Ёлкин и его окружение снова погрузились в легкий шок.
— Простите, а какой нынче год? — догадалась, наконец, поинтересоваться Татьяна.
— Ха-ха-ха! — расхохотался Зюзюкин, и вся его свита подобострастно развеселилась. — Шутку я оценил. Да, вы правы: ваше время истекло. Ну что ж, справка персонально для вас: сейчас июль двухтысячного года. Начало нового века, новой эры. Хотя иные утверждают, что третье тысячелетие начнётся через год. Но мы его начнём сейчас. С приходом к власти коммунистов всегда начиналась новая эра! — торжественно заверил Геннадий Андреевич, и его товарищи по партии зааплодировали.
Борис Николаевич повернулся к своей свите, все ещё пребывавшей в прострации, зловеще прошипел:
— Ну я этого Гения! — и показал отсутствующему Геньке кулак.
— Одно слово — Безмозглый! — выдохнул Валентин Юнашев.
— Папа, ты только не волнуйся, — попросила Татьяна. — Ещё можно всё поправить: Гений Иванович вернёт нас обратно.
— Где этот охламон? — грозно спросил Ёлкин.
— В лаборатории остался.
Ёлкин снова обернулся к Зюзюкину, решив поменять тактику:
— Что ж, Геннадий Андреевич, я надеюсь, вы честно победили на выборах. Теперь этот кабинет по праву принадлежит вам, — Борис Николаевич указал на дверь с красивой табличкой.
— Надпись вот только сменить нужно, — уточнил Зюзюкин.
— Это дело несложное. А нам разрешите-ка удалиться на… небольшую оправку, так сказать.
— Конечно, конечно, — великодушно разрешил Зюзюкин. — Я же понимаю: предвыборные волнения, стрессы — в вашем возрасте… Я думаю, вам нужно серьёзно отдохнуть от государственных забот, Борис Николаевич.
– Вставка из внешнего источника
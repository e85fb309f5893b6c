/** Numbers in report tables and sentences: one formatting for HTML and PDF, and the matching spreadsheet format codes. */
import type { Cell, NumberFormat } from './model';

/** What a table shows where a number has no finite value. */
export const NO_VALUE = '–';

export function formatNumber(value: number, format: NumberFormat = { kind: 'fixed', decimals: 3 }): string {
  if (!Number.isFinite(value)) return NO_VALUE;
  switch (format.kind) {
    case 'fixed':
      return fixed(value, format.decimals);
    case 'percent':
      return `${fixed(100 * value, format.decimals)}%`;
    case 'integer':
      return fixed(value, 0);
    case 'p':
      return value < 0.0001 ? '<0.0001' : value.toFixed(4);
    case 'general':
      return String(value);
  }
}

/** A table cell as text: text as it is, numbers formatted, null as a dash. */
export function cellText(cell: Cell, format?: NumberFormat): string {
  if (cell === null) return NO_VALUE;
  return typeof cell === 'number' ? formatNumber(cell, format) : cell;
}

/** The spreadsheet number format code for a format (exceljs numFmt). */
export function spreadsheetFormat(format: NumberFormat | undefined): string | undefined {
  if (!format) return undefined;
  switch (format.kind) {
    case 'fixed':
      return format.decimals > 0 ? `0.${'0'.repeat(format.decimals)}` : '0';
    case 'percent':
      return format.decimals > 0 ? `0.${'0'.repeat(format.decimals)}%` : '0%';
    case 'integer':
      return '0';
    case 'p':
      return '0.0000';
    case 'general':
      return 'General';
  }
}

/** Fixed decimals, and no "-0". */
function fixed(value: number, decimals: number): string {
  const t = value.toFixed(decimals);
  return /^-0\.?0*$/.test(t) ? t.slice(1) : t;
}

/** A change as a percentage of its size, without sign (for sentences that say "declined by"). */
export function percentSize(fraction: number, decimals = 0): string {
  return `${fixed(Math.abs(100 * fraction), decimals)}%`;
}

/** A change as a signed percentage ("+2.1%", "-3.9%"). */
export function signedPercent(fraction: number, decimals = 1): string {
  const t = fixed(100 * fraction, decimals);
  return `${t.startsWith('-') || /^0\.?0*$/.test(t) ? '' : '+'}${t}%`;
}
На заслуженный отдых, как говорится. Но если вам будет что-нибудь нужно в личном, так сказать, порядке, прошу не стесняться — обращайтесь прямо ко мне. А свои распоряжения относительно вас я пришлю.
«Да уж, как же, приду я к тебе с поклоном, разбежался, — подумал Ёлкин. — Распоряжения свои относительно меня он пришлёт. Губу раскатал! Сейчас вернёмся назад в свой девяносто восьмой, а потом в девяносто шестой, и хрен ты у меня победишь на выборах».
А вслух сказал:
— Хорошо, Геннадий Андреевич. Ещё раз поздравляю с победой и желаю удачи.
— Спасибо, Борис Николаевич, — от успеха Зюзюкин даже поверил в искренность экс-президента.
На прощание оба пожали друг другу руки.
«Отцарствовал своё, старый маразматик», — самодовольно подумал Зюзюкин, крепко сжимая руку Ёлкина.
«Как пошла бы тебе эсэсовская форма», — в свою очередь подумал Ёлкин, тряся влажную ладонь Зюзюкина.
Когда Борис Николаевич со свитой быстрым шагом вошли в лабораторию, Генька удручённо возился у своей SОНЬКИ.
— Сукин ты сын, понимаешь! — набросился на него Ёлкин. — Ты куда это нас перекинул? Это же в кошмарном сне не привидится такое!
— А куда? — поинтересовался Генька.
— В двухтысячный год — вот куда! Башка, два уха!
— В двухтысячный?! Ё-моё! — глаза у Геньки полезли на лоб. — То-то я думаю, что-то нас как-то необычно колбасило… В будущее! Она ж у меня только на прошлое работала!